// Each cell is the summary.json value of the key its column is named after
// (keys: CONTRACT.md), a missing key an empty cell, each step's rate
// constant and standard error in their own pair of columns, and a folder
// without a summary keeps its row with the reason.
func TestCollect(t *testing.T) {
	root := t.TempDir()
	full := writeSummary(t, filepath.Join(root, "loading-1"), `{
  "tool": "bandsolve", "rank_estimate": 3, "components": 3, "mode": "species",
  "spectra": 120, "points": 900, "noise_sigma": 0.00021,
  "lack_of_fit_percent": 1.25, "noise_lack_of_fit_percent": 1.0,
  "kinetics": {"model": "A -> B -> C", "rate_constants": [
    {"step": "A -> B", "k_per_s": 0.0042, "stderr_per_s": 1.1e-05},
    {"step": "B -> C", "k_per_s": 0.00093, "stderr_per_s": 4e-06}]},
  "water_vapour": {"checked": true, "range": [3550, 3950], "detected": true, "line_change": [0.0019, 0.027]},
  "warnings": ["one", "two"]}`)
	// An older or partial summary: no noise, no kinetics, no warnings key.
	part := writeSummary(t, filepath.Join(root, "loading-2"), `{"components": 2, "mode": "reactions", "lack_of_fit_percent": 3.5,
  "kinetics": {"model": "A -> C", "rate_constants": [{"step": "A -> C", "k_per_s": 0.01}]}}`)
	none := writeSummary(t, filepath.Join(root, "failed"), "")
	bad := writeSummary(t, filepath.Join(root, "bad"), `[1, 2]`)
	own := writeSummary(t, filepath.Join(root, "weighted"), `{"lack_of_fit_percent": 2, "noise_lack_of_fit_percent": 1, "residual_to_noise": 1.03,
  "water_vapour": {"checked": true, "detected": false, "coherence_ratio": 1.1}}`)
	// Numbers as Go's encoding/json writes a float64 (plain digits from
	// 1e-6 up, an exponent without a leading zero below), as the real run
	// on catalyst-1.00 wrote them.
	goJSON := writeSummary(t, filepath.Join(root, "go-json"), `{"noise_sigma": 0.000434327309,
  "kinetics": {"model": "A -> B", "rate_constants": [
    {"step": "A -> B", "k_per_s": 0.00003710714947, "stderr_per_s": 1.947858933e-7}]},
  "water_vapour": {"checked": true, "detected": true, "line_change": [0.000027, 1e-7]}}`)
	tab, problems := Collect([]string{full, part, none, bad, own, goJSON})
	if len(problems) != 2 || !strings.Contains(problems[0], "failed") || !strings.Contains(problems[1], "bad") {
		t.Errorf("problems = %q, want the folder without and the one with a broken summary", problems)
	}
	rows, err := csv.NewReader(bytes.NewReader(tab.CSV())).ReadAll()
	if err != nil {
		t.Fatalf("the table is not CSV (RFC 4180): %v", err)
	}
	head := rows[0]
	cell := func(r int, col string) string {
		for j, h := range head {
			if h == col {
				return rows[r][j]
			}
		}
		t.Fatalf("no column %q in %q", col, head)
		return ""
	}
	if len(rows) != 7 {
		t.Fatalf("%d rows, want a header and 6", len(rows))
	}
	for _, c := range []struct {
		row       int
		col, want string
	}{
		{1, "folder", full}, {1, "status", "ok"}, {1, "components", "3"}, {1, "mode", "species"},
		{1, "noise_sigma", "0.00021"}, {1, "lack_of_fit_percent", "1.25"}, {1, "kinetics_model", "A -> B -> C"},
		{1, "k_per_s[A -> B]", "0.0042"}, {1, "stderr_per_s[A -> B]", "1.1e-05"},
		{1, "k_per_s[B -> C]", "0.00093"}, {1, "stderr_per_s[B -> C]", "4e-06"},
		{1, "k_per_s[A -> C]", ""}, {1, "warnings", "2"},
		{2, "components", "2"}, {2, "noise_sigma", ""}, {2, "residual_to_noise", ""},
		{2, "k_per_s[A -> C]", "0.01"}, {2, "stderr_per_s[A -> C]", ""}, {2, "k_per_s[A -> B]", ""},
		{2, "warnings", "0"},
		{3, "folder", none}, {3, "components", ""},
		{4, "folder", bad},
		// A summary's own residual_to_noise is taken as written.
		{5, "residual_to_noise", "1.03"},
		// The water-vapour check: the largest of the experiments' changes
		// as written; a run without a change, and one without the check.
		{1, "water_vapour", "changed"}, {1, "vapour_line_change", "0.027"},
		{5, "water_vapour", "no change"}, {5, "vapour_line_change", ""},
		{2, "water_vapour", ""},
		// Every number in one format, printf's %.10g (C standard 7.21.6.1:
		// an exponent when it is below −4, trailing zeros dropped; common
		// practice), whatever the JSON's spelling.
		{6, "k_per_s[A -> B]", "3.710714947e-05"}, {6, "stderr_per_s[A -> B]", "1.947858933e-07"},
		{6, "noise_sigma", "0.000434327309"}, {6, "vapour_line_change", "2.7e-05"},
	} {
		if got := cell(c.row, c.col); got != c.want {
			t.Errorf("row %d, %s = %q, want %q", c.row, c.col, got, c.want)
		}
	}
	if s := cell(3, "status"); !strings.Contains(s, "no summary.json") {
		t.Errorf("status of a folder without summary = %q", s)
	}
	// residual_to_noise recomputed from its definition: the two lack-of-fit
	// percentages of the same data divided.
	if got, err := strconv.ParseFloat(cell(1, "residual_to_noise"), 64); err != nil || got != 1.25/1.0 {
		t.Errorf("residual_to_noise = %q, want 1.25 / 1.0", cell(1, "residual_to_noise"))
	}
	// Steps in the order first met: the first folder's two, then A -> C,
	// right after kinetics_model and before warnings (the columns' places
	// before this version's additions, for scripts that read by place).
	want := []string{"kinetics_model", "k_per_s[A -> B]", "stderr_per_s[A -> B]", "k_per_s[B -> C]", "stderr_per_s[B -> C]", "k_per_s[A -> C]", "stderr_per_s[A -> C]", "warnings", "water_vapour", "vapour_line_change"}
	if got := head[11 : 11+len(want)]; strings.Join(got, "|") != strings.Join(want, "|") {
		t.Errorf("columns 12… %q, want %q", got, want)
	}
	if head[len(head)-1] != "notes" {
		t.Errorf("last column %q, want notes", head[len(head)-1])
	}
}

+++

Task requirements: Copy all lines from the data above that contain the word "none".

Task solution:
	none := writeSummary(t, filepath.Join(root, "failed"), "")
	tab, problems := Collect([]string{full, part, none, bad, own, goJSON})
		{3, "folder", none}, {3, "components", ""},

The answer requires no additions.